DATASET EXTRACT: Begin

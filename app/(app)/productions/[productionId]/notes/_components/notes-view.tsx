"use client";

import { useMemo, useState } from "react";
import Link from "next/link";
import {
  createColumnHelper,
  flexRender,
  getCoreRowModel,
  getFilteredRowModel,
  getSortedRowModel,
  useReactTable,
  type ColumnFiltersState,
  type SortingState,
} from "@tanstack/react-table";
import { ApiError } from "@/lib/http/api-client";
import type { CurrentCueDto, NoteDto } from "@/lib/notes/dto";
import { personName, subjectLabel, type NoteSubjects } from "@/lib/notes/subjects";
import { KIND_LABELS, NEED_LABELS, PRIORITY_LABELS, STATUS_LABELS } from "@/lib/notes/words";
import {
  CLOSED_STATUSES,
  NOTE_KINDS,
  NOTE_STATUSES,
  type NoteKind,
  type NoteStatus,
  type NoteSubject,
} from "@/models/note-vocabulary";
import { CurrentCueBar } from "./current-cue-bar";
import { NoteForm, type NotePreset } from "./note-form";
import { SpotPanel } from "./spot-panel";
import { useNotes, useNoteWrites } from "./use-notes";

type Rights = { write: boolean; setCurrentCue: boolean; closable: NoteKind[]; channelCheck: boolean };
const col = createColumnHelper<NoteDto>();
const select = "rounded border border-line bg-raised px-2 py-1";
const SUBJECTS: readonly string[] = ["production", "position", "fixture", "cue", "focus_point"];

export function NotesView(props: {
  productionId: number;
  userId: number;
  initial: NoteDto[];
  subjects: NoteSubjects;
  currentCue: CurrentCueDto;
  preset: { subject: string; subjectId: number } | null;
  displayUnits: "metric" | "imperial";
  rights: Rights;
}) {
  const { productionId, subjects, rights } = props;
  const { data: notes } = useNotes(productionId, props.initial);
  const { update } = useNoteWrites(productionId);
  const [filters, setFilters] = useState<ColumnFiltersState>(() =>
    props.preset ? [{ id: "subject", value: `${props.preset.subject}:${props.preset.subjectId}` }] : [],
  );
  const [sorting, setSorting] = useState<SortingState>([]);
  const [message, setMessage] = useState<string | null>(null);
  const [preset, setPreset] = useState<NotePreset | null>(() =>
    props.preset && SUBJECTS.includes(props.preset.subject)
      ? { subject: props.preset.subject as NoteSubject, subjectId: props.preset.subjectId }
      : null,
  );

  const setStatus = async (n: NoteDto, status: NoteStatus) => {
    setMessage(null);
    try {
      await update.mutateAsync({ id: n.id, version: n.version, changes: { status } });
      setMessage(`Note marked ${STATUS_LABELS[status].toLowerCase()}.`);
    } catch (e) {
      setMessage(
        e instanceof ApiError && e.status === 409
          ? "Someone else changed that note first; the list now shows their version."
          : (e as Error).message,
      );
    }
  };

  // biome-ignore lint/correctness/useExhaustiveDependencies: `setStatus` is a new function each render and reads the latest rows itself
  const columns = useMemo(
    () => [
      col.accessor((n) => `${n.subject}:${n.subjectId ?? ""}`, {
        id: "subject",
        header: "About",
        cell: (c) => subjectLabel(c.row.original.subject, c.row.original.subjectId, subjects),
        filterFn: (row, _id, value: string) => `${row.original.subject}:${row.original.subjectId ?? ""}` === value,
      }),
      col.accessor("body", {
        header: "Note",
        cell: (c) => <span className="whitespace-pre-wrap">{c.getValue()}</span>,
      }),
      col.accessor("kind", { header: "Kind", cell: (c) => KIND_LABELS[c.getValue()], filterFn: "equals" }),
      col.accessor("priority", {
        header: "Priority",
        cell: (c) => (
          <span className={c.getValue() === "high" ? "font-semibold text-caution" : ""}>
            {PRIORITY_LABELS[c.getValue()]}
          </span>
        ),
      }),
      col.accessor((n) => (n.ownerId == null ? "" : String(n.ownerId)), {
        id: "owner",
        header: "Owner",
        cell: (c) => personName(c.row.original.ownerId, subjects) || "—",
        filterFn: "equals",
      }),
      col.accessor("status", {
        header: "Status",
        filterFn: (row, _id, value: string) =>
          value === "unfinished" ? !CLOSED_STATUSES.includes(row.original.status) : row.original.status === value,
        cell: (c) => {
          const n = c.row.original;
          const mayClose = rights.closable.includes(n.kind);
          const closed = CLOSED_STATUSES.includes(n.status);
          const allowed = NOTE_STATUSES.filter(
            (s) => s === n.status || (mayClose ? true : !closed && !CLOSED_STATUSES.includes(s)),
          );
          return (
            <label>
              <span className="sr-only">Status of note {n.id}</span>
              <select
                className={select}
                value={n.status}
                disabled={!rights.write || update.isPending || allowed.length < 2}
                onChange={(e) => setStatus(n, e.target.value as NoteStatus)}
                data-testid={`note-status-${n.id}`}
              >
                {allowed.map((s) => (
                  <option key={s} value={s}>
                    {STATUS_LABELS[s]}
                  </option>
                ))}
              </select>
              {n.closedBy != null && n.closedAt ? (
                <span className="block text-xs text-muted">
                  {personName(n.closedBy, subjects)}, {new Date(n.closedAt).toLocaleString()}
                </span>
              ) : null}
            </label>
          );
        },
      }),
      col.accessor((n) => n.needs.map((k) => NEED_LABELS[k]).join(", "), { id: "needs", header: "Needs" }),
      col.accessor((n) => n.dueDate ?? n.dueSession ?? "", {
        id: "due",
        header: "Due",
        cell: (c) => [c.row.original.dueDate, c.row.original.dueSession].filter(Boolean).join(" · "),
      }),
      col.accessor("createdAt", {
        header: "Written",
        cell: (c) => {
          const n = c.row.original;
          return (
            <span className="text-xs">
              {personName(n.authorId, subjects)}, {new Date(n.createdAt).toLocaleString()}
              {n.runningCueNumber ? ` · in cue ${n.runningCueNumber}` : ""}
            </span>
          );
        },
      }),
    ],
    [subjects, rights, update.isPending],
  );

  const table = useReactTable({
    data: notes,
    columns,
    state: { columnFilters: filters, sorting },
    onColumnFiltersChange: setFilters,
    onSortingChange: setSorting,
    getCoreRowModel: getCoreRowModel(),
    getFilteredRowModel: getFilteredRowModel(),
    getSortedRowModel: getSortedRowModel(),
  });
  const filterOf = (id: string) => (filters.find((f) => f.id === id)?.value as string | undefined) ?? "";
  const setFilter = (id: string, value: string) =>
    setFilters((fs) => [...fs.filter((f) => f.id !== id), ...(value ? [{ id, value }] : [])]);
  const subjectFilter = filterOf("subject");

  return (
    <main className="mx-auto flex max-w-7xl flex-col gap-4 p-4">
      <div className="flex flex-wrap items-center justify-between gap-2">
        <h2 className="text-base font-semibold">Notes</h2>
        <nav className="flex gap-3 text-sm" aria-label="Notes tools">
          <Link className="underline" href={`/productions/${productionId}/notes/work-call`}>
            Work call
          </Link>
          {rights.channelCheck ? (
            <Link className="underline" href={`/productions/${productionId}/notes/channel-check`}>
              Channel check
            </Link>
          ) : null}
          <Link className="underline" href={`/productions/${productionId}/notes/show-reports`}>
            Show reports
          </Link>
        </nav>
      </div>
      <CurrentCueBar
        productionId={productionId}
        initial={props.currentCue}
        cues={subjects.cue}
        canSet={rights.setCurrentCue}
      />
      {rights.write ? (
        <NoteForm
          key={preset ? `${preset.subject}:${preset.subjectId}:${preset.body ?? ""}` : "blank"}
          productionId={productionId}
          subjects={subjects}
          preset={preset}
        />
      ) : null}
      <SpotPanel
        productionId={productionId}
        cues={subjects.cue}
        displayUnits={props.displayUnits}
        onNote={(c) =>
          setPreset({
            subject: "fixture",
            subjectId: c.fixtureId,
            kind: "focus",
            body: `At this spot: ${c.label} gives ${Math.round(c.lux)} lx. `,
          })
        }
      />
      <section aria-label="Filters" className="flex flex-wrap items-end gap-3 text-sm">
        <label className="flex flex-col gap-1">
          Owner
          <select className={select} value={filterOf("owner")} onChange={(e) => setFilter("owner", e.target.value)}>
            <option value="">anyone</option>
            {subjects.people.map((p) => (
              <option key={p.userId} value={String(p.userId)}>
                {p.name}
              </option>
            ))}
          </select>
        </label>
        <label className="flex flex-col gap-1">
          Kind
          <select className={select} value={filterOf("kind")} onChange={(e) => setFilter("kind", e.target.value)}>
            <option value="">any kind</option>
            {NOTE_KINDS.map((k) => (
              <option key={k} value={k}>
                {KIND_LABELS[k]}
              </option>
            ))}
          </select>
        </label>
        <label className="flex flex-col gap-1">
          Status
          <select className={select} value={filterOf("status")} onChange={(e) => setFilter("status", e.target.value)}>
            <option value="">any status</option>
            <option value="unfinished">not finished</option>
            {NOTE_STATUSES.map((s) => (
              <option key={s} value={s}>
                {STATUS_LABELS[s]}
              </option>
            ))}
          </select>
        </label>
        {subjectFilter ? (
          <button
            type="button"
            className="rounded border border-line px-3 py-1"
            onClick={() => setFilter("subject", "")}
          >
            Only{" "}
            {subjectLabel(
              subjectFilter.split(":")[0] as NoteSubject,
              Number(subjectFilter.split(":")[1]) || null,
              subjects,
            )}{" "}
            · show all
          </button>
        ) : null}
        <span className="text-muted" role="status">
          {table.getRowModel().rows.length} of {notes.length} notes
        </span>
      </section>
      {message ? (
        <p role="status" className="text-sm">
          {message}
        </p>
      ) : null}
      <div className="overflow-x-auto">
        <table className="w-full text-left text-sm" data-testid="notes-table">
          <thead>
            {table.getHeaderGroups().map((g) => (
              <tr key={g.id} className="border-b border-line">
                {g.headers.map((h) => (
                  <th
                    key={h.id}
                    className="px-2 py-1 font-medium"
                    aria-sort={
                      h.column.getIsSorted() === "asc"
                        ? "ascending"
                        : h.column.getIsSorted() === "desc"
                          ? "descending"
                          : "none"
                    }
                  >
                    <button type="button" onClick={h.column.getToggleSortingHandler()}>
                      {flexRender(h.column.columnDef.header, h.getContext())}
                    </button>
                  </th>
                ))}
              </tr>
            ))}
          </thead>
          <tbody>
            {table.getRowModel().rows.map((r) => (
              <tr key={r.id} className="border-b border-line align-top" data-testid={`note-row-${r.original.id}`}>
                {r.getVisibleCells().map((c) => (
                  <td key={c.id} className="px-2 py-1">
                    {flexRender(c.column.columnDef.cell, c.getContext())}
                  </td>
                ))}
              </tr>
            ))}
          </tbody>
        </table>
        {notes.length === 0 ? <p className="p-3 text-sm text-muted">No notes yet.</p> : null}
      </div>
    </main>
  );
}
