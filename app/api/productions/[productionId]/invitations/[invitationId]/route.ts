import { itemRoutes } from "@/lib/http/crud-routes";
import { withdrawInvitation } from "@/lib/data/invitations";

/** Withdraws an open invitation (owner); its link then opens a "withdrawn" page. */
export const { DELETE } = itemRoutes({
  key: "invitation",
  remove: { permission: "team.manage", run: withdrawInvitation },
});
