import { route, readJson } from "@/lib/http/respond";
import { requireUser } from "@/lib/auth/guards";
import { createProduction, getProductionsByUser } from "@/lib/data/productions";
import { createProductionSchema } from "@/lib/validation/production";

export const GET = route(async () => {
  const user = await requireUser();
  return { productions: await getProductionsByUser({ userId: user.id }) };
});

export const POST = route(async (req) => {
  const user = await requireUser();
  const input = await readJson(req, createProductionSchema);
  const production = await createProduction({ userId: user.id, ...input });
  return Response.json({ production }, { status: 201 });
});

DATASET EXTRACT: End

Every line in the records above that contains the word "href" is to be copied out.

**OUTPUT FOR THIS TASK**
          <Link className="underline" href={`/productions/${productionId}/notes/work-call`}>
            <Link className="underline" href={`/productions/${productionId}/notes/channel-check`}>
          <Link className="underline" href={`/productions/${productionId}/notes/show-reports`}>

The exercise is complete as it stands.